WHAT IS REQUIRED: Include in the output exactly the lines from the opening of the data through the line containing "power, above, below", and nothing more.

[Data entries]

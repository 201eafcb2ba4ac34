"""Comma accidentals: the signs that say by which commas a ratio leaves the chain of fifths.

An arrow lowers or raises by the syntonic comma 81/80, the septimal sign by 64/63, counted from
the chord's root. Names are those of SMuFL 1.4, "Extended Helmholtz-Ellis accidentals (just
intonation)", U+E2C0 to U+E2DF.
"""

from __future__ import annotations

from dataclasses import dataclass
from fractions import Fraction

_BASES = {-2: "DoubleFlat", -1: "Flat", 0: "Natural", 1: "Sharp", 2: "DoubleSharp"}
_ARROWS = {1: "OneArrow", 2: "TwoArrows", 3: "ThreeArrows"}
_SEPTIMAL = {1: "OneSeptimalComma", 2: "TwoSeptimalCommas"}
_LIMIT = 7


@dataclass(frozen=True, slots=True)
class Commas:
    """How many syntonic and septimal commas a ratio lies above the chain of fifths."""

    syntonic: int = 0
    septimal: int = 0


def commas_of(ratio: Fraction) -> Commas | None:
    """The commas of a ratio; None where it has a prime above 7.

    81/80 = 3^4/(2^4 5) and 64/63 = 2^6/(3^2 7): the powers of 5 and 7 count the commas.

    >>> commas_of(Fraction(5, 4)), commas_of(Fraction(7, 4))
    (Commas(syntonic=-1, septimal=0), Commas(syntonic=0, septimal=-1))
    """
    powers = {prime: _power(ratio, prime) for prime in (2, 3, 5, _LIMIT)}
    rest = ratio
    for prime, power in powers.items():
        rest /= Fraction(prime) ** power
    return Commas(-powers[5], -powers[_LIMIT]) if rest == 1 else None


def _power(ratio: Fraction, prime: int) -> int:
    power, above, below = 0, ratio.numerator, ratio.denominator
    while above % prime == 0:
        above //= prime
        power += 1
    while below % prime == 0:
        below //= prime
        power -= 1
    return power


def arrow_glyph(alter: int, commas: int) -> str:
    """The glyph of an accidental with arrows; empty where there is none.

    >>> arrow_glyph(0, -1), arrow_glyph(1, 2), arrow_glyph(0, 0)
    ('accidentalNaturalOneArrowDown', 'accidentalSharpTwoArrowsUp', '')
    """
    base, arrows = _BASES.get(alter), _ARROWS.get(abs(commas))
    if base is None or arrows is None:
        return ""
    return f"accidental{base}{arrows}{'Down' if commas < 0 else 'Up'}"


def septimal_glyph(commas: int) -> str:
    """The glyph of septimal commas; empty where there is none.

    >>> septimal_glyph(-1)
    'accidentalLowerOneSeptimalComma'
    """
    count = _SEPTIMAL.get(abs(commas))
    if count is None:
        return ""
    return f"accidental{'Lower' if commas < 0 else 'Raise'}{count}"
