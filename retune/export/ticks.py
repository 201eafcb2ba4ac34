"""Ticks: the whole numbers in which a MIDI file counts time.

A division (ticks a quarter note) is chosen so that every time of the piece is a whole tick.
"""

from __future__ import annotations

import math
from collections.abc import Iterator
from dataclasses import dataclass
from fractions import Fraction

from retune.tuning.model import TunedScore

MOST = 32767
"""The finest division a Standard MIDI File can state (RP-001: 15 bits)."""

_USUAL = 480
_FALLBACK = 2**5 * 3**3 * 5 * 7
"""For times no division holds exactly: 30240, exact for all usual tuplets."""


@dataclass(frozen=True, slots=True)
class Ticks:
    """Ticks a quarter note, and the greatest error of any time of the piece in quarter notes."""

    division: int
    error: Fraction = Fraction(0)

    def at(self, quarters: Fraction) -> int:
        """The tick nearest a time in quarter notes.

        >>> Ticks(480).at(Fraction(1, 3))
        160
        """
        doubled = 2 * quarters.denominator
        return (2 * quarters.numerator * self.division + quarters.denominator) // doubled


def ticks_for(tuned: TunedScore) -> Ticks:
    """The division for a piece: exact where one is, and no coarser than 480."""
    denominators = {time.denominator for time in _times(tuned)}
    exact = _USUAL
    for denominator in denominators:
        exact = math.lcm(exact, denominator)
        if exact > MOST:
            break
    if exact <= MOST:
        return Ticks(exact)
    bare = math.lcm(*denominators)
    if bare <= MOST:
        return Ticks(bare * max(1, -(-_USUAL // bare)))
    rough = Ticks(_FALLBACK)
    error = max(abs(time - Fraction(rough.at(time), _FALLBACK)) for time in _times(tuned))
    return Ticks(_FALLBACK, error)


def _times(tuned: TunedScore) -> Iterator[Fraction]:
    score = tuned.score
    for note in score.notes:
        yield note.onset
        yield note.duration
    yield from (segment.onset for note in tuned.notes for segment in note.segments)
    for bar in score.bars:
        yield bar.onset
        yield bar.duration
    for change in score.tempo.changes:
        yield change.onset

REPLY:
repository 201eafcb2ba4ac34
"""Comma accidentals: the signs that say by which commas a ratio leaves the chain of fifths.

An arrow lowers or raises by the syntonic comma 81/80, the septimal sign by 64/63, counted from
the chord's root. Names are those of SMuFL 1.4, "Extended Helmholtz-Ellis accidentals (just
intonation)", U+E2C0 to U+E2DF.
"""

from __future__ import annotations

from dataclasses import dataclass
from fractions import Fraction

_BASES = {-2: "DoubleFlat", -1: "Flat", 0: "Natural", 1: "Sharp", 2: "DoubleSharp"}
_ARROWS = {1: "OneArrow", 2: "TwoArrows", 3: "ThreeArrows"}
_SEPTIMAL = {1: "OneSeptimalComma", 2: "TwoSeptimalCommas"}
_LIMIT = 7


@dataclass(frozen=True, slots=True)
class Commas:
    """How many syntonic and septimal commas a ratio lies above the chain of fifths."""

    syntonic: int = 0
    septimal: int = 0


def commas_of(ratio: Fraction) -> Commas | None:
    """The commas of a ratio; None where it has a prime above 7.

    81/80 = 3^4/(2^4 5) and 64/63 = 2^6/(3^2 7): the powers of 5 and 7 count the commas.

    >>> commas_of(Fraction(5, 4)), commas_of(Fraction(7, 4))
    (Commas(syntonic=-1, septimal=0), Commas(syntonic=0, septimal=-1))
    """
    powers = {prime: _power(ratio, prime) for prime in (2, 3, 5, _LIMIT)}
    rest = ratio
    for prime, power in powers.items():
        rest /= Fraction(prime) ** power
    return Commas(-powers[5], -powers[_LIMIT]) if rest == 1 else None


def _power(ratio: Fraction, prime: int) -> int:
    power, above, below = 0, ratio.numerator, ratio.denominator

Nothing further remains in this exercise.